El espacio en construcción se denomina segundo «umbral». El esquema del Hogar prevé dos etapas: la primera, llamada Hospital de Campaña, es donde se recibe a quienes llegan desde la calle; la segunda, el umbral en obras, funcionaría como un pabellón colectivo para entre 20 y 25 personas en proceso de recuperación del consumo de drogas, una vez transcurridos los primeros dos meses.
El director del Hogar, el padre Daniel Pesce, detalló que la obra requiere «tablas de madera de pino para terminar el cerramiento de la parte trasera, tapajuntas y machimbre, porque la idea es poder revestir por dentro y hacer el cielorraso. También chapas, cemento, piedra, arena y unos 1.500 ladrillos comunes para el piso, a fin de tener una buena base para evitar la suba de la humedad. También para la galería de alrededor de dos metros, que se ubicará al frente de la casa, para proveer de sombra y para poder poner algunas mesas a fin que los chicos puedan tener alguna comodidad».
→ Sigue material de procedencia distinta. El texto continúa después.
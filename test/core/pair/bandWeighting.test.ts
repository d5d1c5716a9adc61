import { Matrix, QrDecomposition } from 'ml-matrix';
import { describe, expect, it } from 'vitest';
import type { Windowing } from '../../../core/document/pairingDocument';
import { fitFigure } from '../../../core/evaluation/fitFigure';
import { type BandFilter, bandFilter } from '../../../core/pair/bandFilter';
import type { Take } from '../../../core/pair/take';
import { relativeGap } from '../../support/leastSquaresCases';
import { normals } from '../../support/random';
import { convolve, pace, solveTakes, takeOf } from '../../support/takes';

const rate = 1000;
const length = 9;
const delay = 2;
const regularisation = 1e-7;

const band = bandFilter({ from: 60, to: 260 }, rate) as BandFilter;

interface Source {
  take: Take;
  rows: Float64Array[];
}

/** A path of two inputs, and a tone of 400 Hz that has nothing to do with them. */
function sourceOf(seed: number, samples: number, fit: Take['fit']): Source {
  const x = [normals(seed, samples), convolve(normals(seed + 1, samples), [1, 0.7, -0.2])];
  const y = [convolve(x[0], [0, 0.5, 1, -0.3]), convolve(x[1], [0, 0, 0, 0.4, 0.2])];
  const noise = normals(seed + 2, samples);
  const d = y[0].map((v, n) => v + y[1][n] + 0.05 * noise[n] + 3 * Math.sin(0.8 * Math.PI * n));
  return { take: takeOf(x, d, { fit }), rows: [...x, d] };
}

const sources = [
  sourceOf(10, 1500, [
    { from: 0, to: 500 },
    { from: 620, to: 1400 },
  ]),
  sourceOf(20, 900, [{ from: 150, to: 800 }]),
];
const takes = sources.map(({ take }) => take);

/** Σ_j b[j] row[n-j] with zeros before the start, written out. */
function passed(row: Float64Array): Float64Array {
  return convolve(row, band.taps);
}

/**
 * The reference: filtered data in full, one equation a sample; the floor as equations of the raw data, a hundredth of
 * their size, with 0 on the right; regularisation as one equation a tap; ml-matrix's Householder QR.
 */
function tapsByQr(windowing: Windowing): Float64Array {
  const equations: number[][] = [];
  const right: number[] = [];
  let count = 0;
  const add = (rows: Float64Array[], n: number, factor: number, wanted: number) => {
    equations.push([0, 1].flatMap((r) => Array.from({ length }, (_, k) => factor * (rows[r][n - k] ?? 0))));
    right.push(wanted);
  };
  for (const { take, rows } of sources) {
    for (const { from, to } of take.fit) {
      count += to - from;
      if (windowing === 'covariance') {
        const filtered = rows.map(passed);
        // What lies before the first interval is history; what lies between two must not be used.
        const start = from === take.fit[0].from ? 0 : from;
        const first = Math.max(from, start + band.history + Math.max(length - 1, delay));
        count -= first - from;
        for (let n = first; n < to; n++) {
          add(filtered, n, 1, filtered[2][n - delay]);
          add(rows, n, 1e-2, 0);
        }
      } else {
        const alone = rows.map((row) => row.map((v, n) => (n >= from && n < to ? v : 0)));
        const longer = alone.map((row) =>
          Float64Array.from({ length: row.length + 2000 }, (_, n) => row[n] ?? 0),
        );
        const filtered = longer.map(passed);
        for (let n = from; n < to + length + band.history; n++) {
          add(filtered, n, 1, filtered[2][n - delay] ?? 0);
          add(longer, n, 1e-2, 0);
        }
      }
    }
  }
  for (let r = 0; r < 2; r++) {
    let squares = 0;
    let samples = 0;
    for (const { take, rows } of sources) {
      for (const { from, to } of take.fit) {
        for (let n = from; n < to; n++) squares += rows[r][n] * rows[r][n];
        samples += to - from;
      }
    }
    for (let k = 0; k < length; k++) {
      const row = new Array(2 * length).fill(0);
      row[r * length + k] = Math.sqrt((count * regularisation * squares) / samples);
      equations.push(row);
      right.push(0);
    }
  }
  const solution = new QrDecomposition(new Matrix(equations)).solve(Matrix.columnVector(right));
  return Float64Array.from(solution.to1DArray());
}

async function tapsOf(windowing: Windowing, weighted: boolean) {
  const shape = { length, delay, windowing, band: weighted ? band : null };
  const { solution } = await solveTakes(takes, shape, regularisation);
  if ('smallestRegularisation' in solution) throw new Error('not solved');
  return solution.coefficients;
}

describe('weighting the error to a band', () => {
  it.each(['covariance', 'autocorrelation'] as const)(
    '%s: finds the taps of weighted least squares (dense QR on explicitly filtered data)',
    async (windowing) => {
      const taps = (await tapsOf(windowing, true)).flatMap((row) => [...row]);
      expect(relativeGap(taps, tapsByQr(windowing))).toBeLessThan(1e-9);
    },
  );

  it('lowers the error in the band and bounds the gain outside it', async () => {
    const means = { inputs: [0, 0], desired: 0 };
    const figure = async (weighted: boolean) => {
      const coefficients = await tapsOf('covariance', weighted);
      const { nmseDb } = await fitFigure(takes, 'covariance', { coefficients, delay, means, band }, pace);
      return { nmseDb, coefficients };
    };
    const plain = await figure(false);
    const weighted = await figure(true);
    expect(weighted.nmseDb).toBeLessThan(plain.nmseDb - 1);
    const gain = (row: Float64Array, f: number) => {
      const part = (wave: (t: number) => number) =>
        row.reduce((sum, w, k) => sum + w * wave((2 * Math.PI * f * k) / rate), 0);
      return Math.hypot(part(Math.cos), part(Math.sin));
    };
    for (const row of weighted.coefficients) {
      for (let f = 0; f <= rate / 2; f += 5) expect(gain(row, f)).toBeLessThan(4);
    }
  });

  it('takes the fit error over the filtered signals (written out)', async () => {
    const means = { inputs: [0, 0], desired: 0 };
    const coefficients = await tapsOf('covariance', true);
    const got = await fitFigure(takes, 'covariance', { coefficients, delay, means, band }, pace);
    let error = 0;
    let desired = 0;
    let samples = 0;
    for (const { take, rows } of sources) {
      const [x0, x1, d] = rows.map(passed);
      const y0 = convolve(x0, coefficients[0]);
      const y1 = convolve(x1, coefficients[1]);
      for (const { from, to } of take.fit) {
        const start = from === take.fit[0].from ? 0 : from;
        for (let n = Math.max(from, start + band.history + length - 1); n < to; n++) {
          error += (d[n - delay] - y0[n] - y1[n]) ** 2;
          desired += d[n - delay] ** 2;
          samples++;
        }
      }
    }
    expect(got.samples).toBe(samples);
    expect(got.mse).toBeCloseTo(error / samples, 12);
    expect(got.nmseDb).toBeCloseTo(10 * Math.log10(error / desired), 9);
  });
});
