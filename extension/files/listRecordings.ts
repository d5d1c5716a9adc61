import { pathIn } from '../../core/document/paths';
import { fileTypes, type List } from './linkCheck';
import { isRecording } from './recordingNames';

/** How far a search goes: pickers are for folders that an engineer keeps by hand. */
export interface Reach {
  depth: number;
  files: number;
}

/**
 * Recordings below a folder, by their paths from it, nearest folders first. Folders that start with a point and those of
 * package managers are passed over, and so are links.
 */
export async function listRecordings(
  list: List,
  { depth, files }: Reach = { depth: 4, files: 400 },
): Promise<string[]> {
  const found: string[] = [];
  let level = [''];
  for (let i = 0; i <= depth && level.length > 0; i++) {
    const next: string[] = [];
    for (const folder of level) {
      for (const [name, type] of await entriesOf(list, folder)) {
        if (found.length >= files) return found;
        const path = pathIn(folder, name);
        if (type === fileTypes.file && isRecording(name)) found.push(path);
        if (type === fileTypes.folder && !name.startsWith('.') && name !== 'node_modules') next.push(path);
      }
    }
    level = next;
  }
  return found;
}

async function entriesOf(list: List, folder: string): Promise<(readonly [string, number])[]> {
  try {
    return [...(await list(folder))].sort(([a], [b]) => (a < b ? -1 : 1));
  } catch {
    // A folder that may not be read holds nothing to offer.
    return [];
  }
}
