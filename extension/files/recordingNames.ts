/** Endings of files that are offered as recordings; the manifest has the same. */
export const recordingEndings = ['.wav', '.csv', '.tsv', '.npy'] as const;

export function isRecording(path: string): boolean {
  const lower = path.toLowerCase();
  return recordingEndings.some((ending) => lower.endsWith(ending));
}
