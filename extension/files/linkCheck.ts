/** What the workbench's file systems tell of an entry; the numbers are those of `vscode.FileType`. */
export const fileTypes = { file: 1, folder: 2, link: 64 } as const;

/** Lists a folder by its path from the root: names and types. */
export type List = (folder: string) => PromiseLike<readonly (readonly [string, number])[]>;

/**
 * Whether the way to a path leads over a symbolic link. The workbench's file systems cannot say where a link leads, only
 * that there is one, and a file's own `stat` may follow it without a word: the parent's listing marks it.
 * What is not there is no link.
 * @param path from the root, with forward slashes
 */
export async function leadsOverLink(list: List, path: string): Promise<boolean> {
  let folder = '';
  for (const name of path.split('/').filter((part) => part !== '')) {
    let entries: Awaited<ReturnType<List>>;
    try {
      entries = await list(folder);
    } catch {
      return false;
    }
    const entry = entries.find(([entryName]) => entryName === name);
    if (entry === undefined) return false;
    if ((entry[1] & fileTypes.link) !== 0) return true;
    folder = folder === '' ? name : `${folder}/${name}`;
  }
  return false;
}
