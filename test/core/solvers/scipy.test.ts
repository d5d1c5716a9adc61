import { execFileSync } from 'node:child_process';
import { join } from 'node:path';
import { describe, expect, it } from 'vitest';
import { needs, python } from '../../support/programs';
import { normals } from '../../support/random';
import { convolve, solveTakes, takeOf } from '../../support/takes';

// The same systems by SciPy (Debian's python3-scipy): lstsq on the explicit data matrix, solve_toeplitz.

function coloured(seed: number, samples: number, pole: number): Float64Array {
  const x = normals(seed, samples);
  for (let n = 1; n < samples; n++) x[n] += pole * x[n - 1];
  return x;
}

const samples = 3000;
const x = coloured(1, samples, 0.9);
const z = coloured(2, samples, -0.5).map((value) => 20 * value);
const noise = normals(3, samples);
const d = convolve(x, [0.5, -0.2, 0.8, 0.1]).map(
  (value, n) => value + 0.05 * z[Math.max(0, n - 2)] + 0.1 * noise[n],
);

const cases = [
  { inputs: [x], length: 32, delay: 0, regularisation: 0, windowing: 'covariance' },
  { inputs: [x], length: 24, delay: 11, regularisation: 1e-4, windowing: 'covariance' },
  { inputs: [x], length: 16, delay: -5, regularisation: 1e-3, windowing: 'covariance' },
  { inputs: [x, z], length: 20, delay: 3, regularisation: 1e-5, windowing: 'covariance' },
  { inputs: [x], length: 40, delay: 0, regularisation: 0, windowing: 'autocorrelation' },
  { inputs: [x], length: 40, delay: 9, regularisation: 1e-3, windowing: 'autocorrelation' },
  { inputs: [z], length: 12, delay: -4, regularisation: 1e-6, windowing: 'autocorrelation' },
] as const;

describe.skipIf(!needs('scipy'))('taps against SciPy', () => {
  it('agree within max(1e-12, 1e-14 κ)', async () => {
    const fit = { from: 100, to: 2500 };
    const asked = cases.map((c) => ({
      ...c,
      inputs: c.inputs.map((row) => Array.from(row)),
      desired: Array.from(d),
      fit: [fit.from, fit.to],
    }));
    const script = join(__dirname, 'scipyReference.py');
    const options = { input: JSON.stringify(asked), maxBuffer: 1 << 28 };
    const wanted: number[][] = JSON.parse(execFileSync(python, [script], options).toString());
    for (const [i, c] of cases.entries()) {
      const { solution } = await solveTakes([takeOf(c.inputs, d, { fit: [fit] })], c, c.regularisation);
      if (!('coefficients' in solution)) throw new Error('not solvable');
      const got = solution.coefficients.flatMap((row) => Array.from(row));
      const gap = Math.hypot(...got.map((w, k) => w - wanted[i][k])) / Math.hypot(...wanted[i]);
      expect(gap, `case ${i}`).toBeLessThan(Math.max(1e-12, 1e-14 * solution.conditionNumber));
    }
  });
});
En cuanto a la instalación eléctrica, el sacerdote señaló que «aún no tenemos nada. Son necesarios cables Retenax y de dos milímetros, porque tenemos que extender el tendido eléctrico, además de lo que corresponde a la instalación eléctrica como ventiladores, luces».
La mano de obra corre por cuenta de los propios residentes. Según explicó Pesce, entre los jóvenes en recuperación hay un Maestro Mayor de Obra y un oficial albañil que, junto a los demás, llevan adelante la construcción. «Pasito a pasito, están construyendo su propia casa», destacó el párroco de la Comunidad de San Benito, lindante con el Hogar.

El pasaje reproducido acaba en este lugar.